Copy out the entries below exactly as they stand, but only from the line containing "from __future__ import annotations" through the line containing "buf = io.StringIO()".

Records from a data collection
BEGIN

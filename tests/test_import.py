"""comparo import: wide tables (CSV, TSV, XLSX) to a dataset folder.

Unit conversions are checked against a fresh pint registry built in the test (an
independent route: pint's own definitions, not comparo.base.units); the headers and
cells are made by the tests (CSV text, or workbooks written with openpyxl).
"""

from __future__ import annotations

import csv
import io
from pathlib import Path

import openpyxl
import pandas as pd
import pint
import pytest
from support import tree_hash

from comparo.cli.main import main

UREG = pint.UnitRegistry()

HEADER = [
    "Species",
    "Clade",
    "Source",
    "Table",
    "Temperature (°C)",
    "Body mass (g)",
    "Body mass SD (mg)",
    "Fibre diameter [µm]",
    "Fiber length (mm)",
    "Wingbeat frequency (Hz)",
    "Young's modulus (MPa)",
    "n",
]
ROWS = [
    [
        "Apis mellifera",
        "Hymenoptera",
        "s1",
        "Table 1",
        "30",
        "0.1",
        "12",
        "25",
        "1.5",
        "230",
        "0.5",
        "10",
    ],
    [
        "Bombus terrestris",
        "Hymenoptera",
        "s2",
        "Table 2",
        "25",
        "0.2",
        "",
        "",
        "2.5",
        "150",
        "",
        "",
    ],
    ["Musca domestica", "Diptera", "s1", "Fig. 3", "20", "0.012", "1", "18", "", "190", "", "4"],
]
CANONICAL = {
    "body_mass": "kg",
    "fiber_radius": "um",
    "fiber_length": "mm",
    "frequency_observed": "Hz",
    "elastic_modulus": "kPa",
}


def write_text(path: Path, rows: list[list[str]], delimiter: str = ",") -> Path:
    buf = io.StringIO()
    csv.writer(buf, delimiter=delimiter, lineterminator="\n").writerows(rows)
    path.write_text(buf.getvalue(), encoding="utf-8")
    return path


def write_xlsx(
    path: Path, rows: list[list], sheet: str = "Sheet1", first: str | None = None
) -> Path:
    wb = openpyxl.Workbook()
    ws = wb.active
    if first:
        ws.title = first
        ws.append(["nothing here"])
        ws = wb.create_sheet(sheet)
    else:
        ws.title = sheet
    for r in rows:
        ws.append([(float(v) if _is_number(v) else v) if isinstance(v, str) else v for v in r])
    wb.save(path)
    return path


def _is_number(v: str) -> bool:
    try:
        float(v)
        return True
    except ValueError:
        return False


def run(*args: str) -> int:
    return main([str(a) for a in args])


def imported(tmp_path: Path, wide: Path, *extra: str, name: str = "out") -> Path:
    out = tmp_path / name
    assert run("import", wide, "-o", out, *extra) == 0
    return out


def table(tmp_path: Path, folder: Path) -> pd.DataFrame:
    dest = tmp_path / f"{folder.name}-table.csv"
    assert run("table", folder, "--no-temperature", "-o", dest) == 0
    return pd.read_csv(dest).set_index("taxon")


def expected_canonical() -> dict[tuple[str, str], float]:
    """The wide cells converted by pint directly: (taxon, quantity) -> value in canonical unit."""
    out = {}
    cols = {
        "Body mass (g)": ("body_mass", "g", 1.0),
        "Fibre diameter [µm]": ("fiber_radius", "um", 0.5),
        "Fiber length (mm)": ("fiber_length", "mm", 1.0),
        "Wingbeat frequency (Hz)": ("frequency_observed", "Hz", 1.0),
        "Young's modulus (MPa)": ("elastic_modulus", "MPa", 1.0),
    }
    for r in ROWS:
        for h, (key, unit, factor) in cols.items():
            cell = r[HEADER.index(h)]
            if cell:
                # radius = diameter / 2 (the catalogue's fiber_diameter rule); the rest: unit change
                # only
                out[(r[0], key)] = (
                    factor * UREG.Quantity(float(cell), unit).to(CANONICAL[key]).magnitude
                )
    return out


def check_round_trip(tmp_path: Path, out: Path) -> None:
    assert run("check", out) == 0
    tab = table(tmp_path, out)
    want = expected_canonical()
    for (taxon, key), v in want.items():
        assert tab.loc[taxon, key] == pytest.approx(v, rel=1e-12), (taxon, key)
    # every filled trait cell is one row, empty cells none
    obs = pd.read_csv(out / "observations.csv")
    assert len(obs) == len(want)


def test_csv_round_trip_gives_pint_values_in_canonical_units(tmp_path: Path) -> None:
    wide = write_text(tmp_path / "wide.csv", [HEADER, *ROWS])
    before = wide.read_bytes()
    out = imported(tmp_path, wide)
    check_round_trip(tmp_path, out)
    obs = pd.read_csv(out / "observations.csv", dtype=str, keep_default_na=False)
    apis = obs[(obs.taxon == "Apis mellifera") & (obs.quantity == "body_mass")].iloc[0]
    # the SD column is in mg, the value in g: the spread is written in the value's unit
    assert apis.unit == "g" and apis.uncertainty_kind == "sd"
    assert float(apis.uncertainty) == pytest.approx(
        UREG.Quantity(12, "mg").to("g").magnitude, rel=1e-12
    )
    assert (
        apis.n == "10"
        and apis.temperature_c == "30"
        and apis.locator == "Table 1"
        and apis.basis == "reported"
    )
    taxa = pd.read_csv(out / "taxa.csv")
    assert dict(zip(taxa.taxon, taxa.clade, strict=True))["Musca domestica"] == "Diptera"
    assert wide.read_bytes() == before  # the input is never modified
    src = pd.read_csv(out / "sources.csv")
    assert (
        sorted(src.source_id) == ["s1", "s2"]
        and src.citation.str.startswith("NEEDS CITATION").all()
    )
    import comparo

    found = comparo.check(out).problems
    assert sorted(found[found.rule == "citation-stub"].value) == [
        "s1",
        "s2",
    ]  # a warning until replaced


def test_tsv_with_bracket_units_and_other_spellings(tmp_path: Path) -> None:
    header = [
        "TAXON",
        "reference",
        "Where",
        "temperature_c",
        "body_mass (g)",
        "SD Body mass (mg)",
        "fibre diameter (um)",
        "Fiber Length [mm]",
        "wing-beat frequency [Hz]",
        "Youngs modulus (MPa)",
        "N",
    ]
    rows = [header] + [[r[0], r[2], r[3], r[4], *r[5:]] for r in ROWS]
    out = imported(tmp_path, write_text(tmp_path / "wide.tsv", rows, "\t"))
    check_round_trip(tmp_path, out)


def test_xlsx_number_cells_and_sheet_option(tmp_path: Path) -> None:
    wide = write_xlsx(tmp_path / "wide.xlsx", [HEADER, *ROWS], sheet="traits", first="notes")
    assert run("import", wide, "-o", tmp_path / "first") == 2  # the first sheet holds no traits
    assert not (tmp_path / "first").exists()
    out = imported(tmp_path, wide, "--sheet", "traits")
    check_round_trip(tmp_path, out)
    assert 'sheet = "traits"' in (out / "import.toml").read_text()


def test_non_number_cell_is_an_error_at_its_coordinates(tmp_path: Path, capsys) -> None:
    rows = [HEADER, *[list(r) for r in ROWS]]
    rows[2][HEADER.index("Fiber length (mm)")] = "<2"  # row 3 of the sheet, column I
    rows[3][HEADER.index("Body mass (g)")] = "12 mg"  # row 4, column F
    wide = write_xlsx(tmp_path / "wide.xlsx", rows)
    assert run("import", wide, "-o", tmp_path / "out") == 2
    err = capsys.readouterr().err
    assert "cell I3 is not a number" in err and "cell F4 is not a number" in err
    assert "unit typed into the cell" in err
    assert not (tmp_path / "out").exists()


def test_value_rules_of_check_are_reported_at_the_wide_cell(tmp_path: Path, capsys) -> None:
    rows = [HEADER, *[list(r) for r in ROWS]]
    rows[1][HEADER.index("Body mass (g)")] = (
        "-0.1"  # column F, sheet row 2: check's positive-value rule
    )
    wide = write_text(tmp_path / "wide.csv", rows)
    assert run("import", wide, "-o", tmp_path / "out") == 2
    err = capsys.readouterr().err
    assert "wide.csv, row 2, column 'Body mass (g)'" in err and "cell F2:" in err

END

- [EXERCISE RESULT]:
from __future__ import annotations

import csv
import io
from pathlib import Path

import openpyxl
import pandas as pd
import pint
import pytest
from support import tree_hash

from comparo.cli.main import main

UREG = pint.UnitRegistry()

HEADER = [
    "Species",
    "Clade",
    "Source",
    "Table",
    "Temperature (°C)",
    "Body mass (g)",
    "Body mass SD (mg)",
    "Fibre diameter [µm]",
    "Fiber length (mm)",
    "Wingbeat frequency (Hz)",
    "Young's modulus (MPa)",
    "n",
]
ROWS = [
    [
        "Apis mellifera",
        "Hymenoptera",
        "s1",
        "Table 1",
        "30",
        "0.1",
        "12",
        "25",
        "1.5",
        "230",
        "0.5",
        "10",
    ],
    [
        "Bombus terrestris",
        "Hymenoptera",
        "s2",
        "Table 2",
        "25",
        "0.2",
        "",
        "",
        "2.5",
        "150",
        "",
        "",
    ],
    ["Musca domestica", "Diptera", "s1", "Fig. 3", "20", "0.012", "1", "18", "", "190", "", "4"],
]
CANONICAL = {
    "body_mass": "kg",
    "fiber_radius": "um",
    "fiber_length": "mm",
    "frequency_observed": "Hz",
    "elastic_modulus": "kPa",
}


def write_text(path: Path, rows: list[list[str]], delimiter: str = ",") -> Path:
    buf = io.StringIO()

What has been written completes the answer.